Task directions: Each line of the data that includes "levels" must be copied.

Stored data entries:
%%
class _EdgeSearch:
    """The −3 dB edge bisection of :func:`detector_bandwidth`: brackets [near, far] of 2n edges (the lower
    edges, then the upper ones), near inside the response (|V| >= ref), far outside, halved in log f."""

    def __init__(self, response, shape, near, far, ref, rtol, max_iter):
        self.response, self.shape, self.near, self.far, self.ref = response, shape, near, far, ref
        self.rtol, self.max_iter, self.taken, self.active = rtol, max_iter, 0, [True, True]
        self.level_near = self.level_far = None  # |V| at the bracket ends [V]

    def call(self, f):
        """|V| at ``f`` (leading axes, then the 2n edges), in one call of the response."""
        return np.abs(_respond(self.response, f, self.shape)).reshape(f.shape)

    def step(self, mid, inside, level):
        """One halving of the edges still searched (both, as a rule: they start alike and converge together)."""
        n = self.near.size // 2
        first, last = (0 if self.active[0] else 1), (2 if self.active[1] else 1)
        part = slice(first * n, last * n)
        ins = inside[part]
        out = ~ins
        np.copyto(self.near[part], mid[part], where=ins)  # a midpoint inside the response is the new near end
        np.copyto(self.far[part], mid[part], where=out)
        if level is not None:
            np.copyto(self.level_near[part], level[part], where=ins)
            np.copyto(self.level_far[part], level[part], where=out)
        close = (np.abs(self.far[part] / self.near[part] - 1.0) <= self.rtol).reshape(last - first, n).all(axis=1)
        for e, done in zip(range(first, last), close):
            self.active[e] = not bool(done)
        self.taken += 1
        return any(self.active)

    def halve(self, ahead, until):
        """Halvings up to ``until`` in all, every midpoint the next ``ahead`` of them can reach in one call."""
        column = np.arange(self.near.size)
        while self.taken < until and any(self.active):
            # every midpoint the next few halvings can reach, in one call of the response; then the
            # halvings one by one on those very midpoints, as a search evaluating each alone would
            depth = min(ahead, until - self.taken)
            mids = bisection_midpoints(self.near, self.far, depth)
            levels = self.call(mids)
            node = np.zeros(self.near.size, dtype=int)
            for _ in range(depth):
                mid, level = mids[node, column], levels[node, column]
                inside = level >= self.ref
                if not self.step(mid, inside, level) or self.taken >= until:
                    break
                node = 2 * node + np.where(inside, 2, 1)  # node 2i + 2: the bracket beyond the midpoint

    def pin(self):
        """Each edge's crossing of ref bracketed far more tightly than ``rtol``: (inside end, outside end) [Hz]
        (:func:`aerial.core.arrays.pin_crossing` on ln|V| − ln ref, all edges together, from the brackets
        as they stand; an edge whose far end is not outside has its crossing there)."""
        ref = np.maximum(self.ref, 1e-300)

        def measure(f):
            level = self.call(f[np.newaxis])[0]
            return level >= self.ref, np.log(np.maximum(level, 1e-300) / ref)

        return pin_crossing(self.near, self.far, np.log(np.maximum(self.level_near, 1e-300) / ref),
                            np.log(np.maximum(self.level_far, 1e-300) / ref), measure)

    def replay(self, a, b):
        """The rest of the halvings, each midpoint judged by where it lies against the pinned bracket [a, b]:
        on a's side it is inside, on b's side outside; only a midpoint within [a, b] is evaluated."""
        lo, hi = np.minimum(a, b), np.maximum(a, b)
        upward = self.far > self.near  # the outside end lies above the inside one (an upper edge)
        while self.taken < self.max_iter and any(self.active):
            mid = np.sqrt(self.near * self.far)
            inside = np.where(upward, mid <= lo, mid >= hi)
            unsure = (lo < mid) & (mid < hi)
            if unsure.any():
                inside = np.where(unsure, self.call(mid[np.newaxis])[0] >= self.ref, inside)
            if not self.step(mid, inside, None):
                break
%%
Response to this exercise:
            levels = self.call(mids)
                mid, level = mids[node, column], levels[node, column]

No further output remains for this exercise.